I am reading Blackadar's book on Operator algebras. In $\Pi 9.6.5$ Blackader says that
Maximal Tensor products commute with arbitrary limits.
In the same book the proof of this fact is not given. Can someone give a sketch or reference for the proof of the same result?
Thanks in advance
"Arbitrary limits" means inductive limits here. Given an inductive system $(A_i,\phi_{ij})$ with limit $(A,\phi_i)$, the system $(A_i\otimes_\max B,\phi_{ij}\otimes \mathrm{id}_B)$ is an inductive system. The precise statement of Blackadar's claim is that $(A\otimes_\max B,\phi_i\otimes \mathrm{id}_B)$ is an inductive limit of this system.
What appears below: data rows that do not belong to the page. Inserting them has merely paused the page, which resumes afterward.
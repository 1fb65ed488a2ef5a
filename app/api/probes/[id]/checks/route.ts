import { route } from '@/lib/http/route'
import { operations } from '@/lib/probes/operations'
import { recordProbeCheck } from '@/lib/probes/record-probe-check'

export const POST = route(operations.recordProbeCheck, (actor, { params, body }) =>
  recordProbeCheck(actor, { ...body, probeId: params.id }),
)
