import { act, cleanup, fireEvent, render, screen, waitFor } from '@testing-library/react'
import fc from 'fast-check'
import { afterEach, beforeEach, describe, expect, test, vi } from 'vitest'
import { nextFigures, PinPad } from '@/components/devices/pin-pad'
import { WhoPanel } from '@/components/devices/who-panel'
import type { WhoPanelProps } from '@/components/devices/who-panel'
import { topLineOf } from '@/components/live/fireside-lines'
import {
  addToQueue,
  nextToSend,
  parseQueue,
  printQueue,
  waitingForOthers,
} from '@/components/live/fireside-mark-queue'
import type { MarkAuthor, MarkDraft, MarkQueue, SendResult } from '@/components/live/fireside-mark-queue'
import { createMarkSender } from '@/components/live/fireside-mark-sender'
import type { MarkStorage } from '@/components/live/fireside-mark-sender'
import { readKeptMarks, sendKeptMarks } from '@/components/live/kept-marks'
import type { KeptPicture } from '@/components/live/kept-picture'
import {
  keepPicture,
  readPicture,
  readPictures,
  thinCurve,
  withoutNames,
} from '@/components/live/kept-picture'
import { createLiveFiringClient } from '@/components/live/live-firing-client'
import { PersonLine } from '@/components/live/person-line'
import { RoomKeptMarks } from '@/components/live/room-kept-marks'
import { readRoomScan } from '@/components/live/room-scan'
import { TabletKeeper } from '@/components/live/tablet-keeper'
import { idleLeftS, noteTouch } from '@/components/live/use-idle'
import { scannedSerial, useScanner } from '@/components/live/use-scanner'
import { pieceSerial } from '@/lib/batches/piece-serial'
import type { FiringState } from '@/lib/live/events'

const fixed = { seed: 20270201, numRuns: 200 }
const NOW = Date.UTC(2027, 1, 1, 13, 20, 5)
const ana: MarkAuthor = { id: 'a', name: 'T. Okafor' }
const ben: MarkAuthor = { id: 'b', name: 'M. Reyes' }
const draft = (n: number): MarkDraft => ({
  id: `mark-${n}`,
  kind: 'feed',
  at: new Date(NOW + n * 1000).toISOString(),
})

afterEach(() => {
  cleanup()
  localStorage.clear()
  vi.restoreAllMocks()
})

function memoryStorage(): MarkStorage {
  const kept = new Map<string, string>()
  return {
    getItem: (key) => kept.get(key) ?? null,
    setItem: (key, value) => void kept.set(key, value),
    removeItem: (key) => void kept.delete(key),
  }
}

describe('the PIN pad', () => {
  test('takes figures up to six by touch, deletes one, and enters from four on', () => {
    const onEnter = vi.fn()
    let figures = ''
    const pad = () => (
      <PinPad figures={figures} isBusy={false} onFigures={(next) => (figures = next)} onEnter={onEnter} />
    )
    const { rerender } = render(pad())
    const press = (name: string) => {
      fireEvent.click(screen.getByRole('button', { name }))
      rerender(pad())
    }
    for (const name of ['4', '1', '7']) press(name)
    expect(screen.getByRole('button', { name: 'Enter' }).hasAttribute('disabled')).toBe(true)
    for (const name of ['3', '8', '8', '9']) press(name)
    expect(figures).toBe('417388')
    press('Delete')
    expect(figures).toBe('41738')
    press('Enter')
    expect(onEnter).toHaveBeenCalledTimes(1)
  })

  test('never shows what was typed, and takes the keyboard’s figures too', () => {
    let figures = '41'
    const pad = () => (
      <PinPad figures={figures} isBusy={false} onFigures={(next) => (figures = next)} onEnter={() => {}} />
    )
    const { rerender } = render(pad())
    fireEvent.keyDown(window, { key: '7' })
    rerender(pad())
    fireEvent.keyDown(window, { key: 'x' })
    expect(figures).toBe('417')
    const dots = screen.getByRole('status')
    expect(dots.textContent).toBe('')
    expect(dots.getAttribute('aria-label')).toBe('3 figures typed')
  })

  test('law: whatever is pressed, at most six figures stand there', () => {
    const key = fc.oneof(
      fc.constantFrom('Backspace', 'Enter', 'a', 'F5'),
      fc.integer({ min: 0, max: 9 }).map(String),
    )
    fc.assert(
      fc.property(fc.array(key, { maxLength: 30 }), (keys) => {
        expect(keys.reduce(nextFigures, '')).toMatch(/^\d{0,6}$/)
      }),
      fixed,
    )
  })
})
In my opinion the easiest way to check this uses the universal properties of inductive limits and maximal tensor products. For the sake of simplicity I assume that everything is unital.
We want to prove that $(A\otimes_\max B,\phi_i\otimes \mathrm{id_B})$ is the inductive limit of $(A_i\otimes_\max B,\phi_{ij}\otimes \mathrm{id}_B)$. Note that we already used the universal property for the definition of the maps $\phi_i\otimes \mathrm{id}_B$ and $\phi_{ij}\otimes\mathrm{id}_B$. We have to show that for every $C^\ast$-algebra $C$ and $\ast$-homomorphisms $\chi_i\colon A_i\otimes_\max B\to C$ such that $\chi_j\circ (\phi_{ij}\otimes\mathrm{id}_B)=\chi_i$ there exists a unique $\ast$-homomorphism $f\colon A\otimes_\max B\to C$ such that $f\circ(\phi_i\otimes\mathrm{id}_B)=\chi_i$.
Let $\alpha_i\colon A_i\to A_i\otimes_\max B,\,\alpha_i(a_i)=a_i\otimes 1$ and $\beta_i\colon B\to A_i\otimes_\max B,\,\beta_i(b)=1\otimes b$ (if you think of $A_i\otimes_\max B$ in terms of the universal property, these maps are part of the definition). Then $\chi_j\circ \alpha_j\circ \phi_{ij}=\chi_i\circ\alpha_i$. by the universal property of $(A,\phi_i)$ there exists a unique $\ast$-homomorphism $g\colon A\to C$ such that $g\circ\phi_i=\chi_i\circ\alpha_i$.
Moreover, $\chi_i\circ \beta_i(b)=\chi_i(1\otimes b)=\chi_j(1\otimes b)=\chi_j\circ\beta_j(b)$. Let $h=\chi_i\circ\beta_i$ (which is now independent of $i$). By the universal property of $A\otimes_\max B$ there exists a unique $\ast$-homomorphism $f\colon A\otimes_\max B\to C$ such that $f(a\otimes b)=g(a)h(b)$. In particular, $$ f(\phi_i(a_i)\otimes\mathrm{id}_B(b))=g(\phi_i(a_i))h(b)=\chi_i(\alpha_i(a))\chi_i(\beta_i(b))=\chi_i(a_i\otimes b). $$ Thus $f\circ(\phi_i\otimes\mathrm{id}_B)=\chi_i$.
To prove uniqueness of $f$, you basically have to go through the whole proof backwards. I leave this as an exercise together with the non-unital case. And there are probably more effective ways to write this proof down.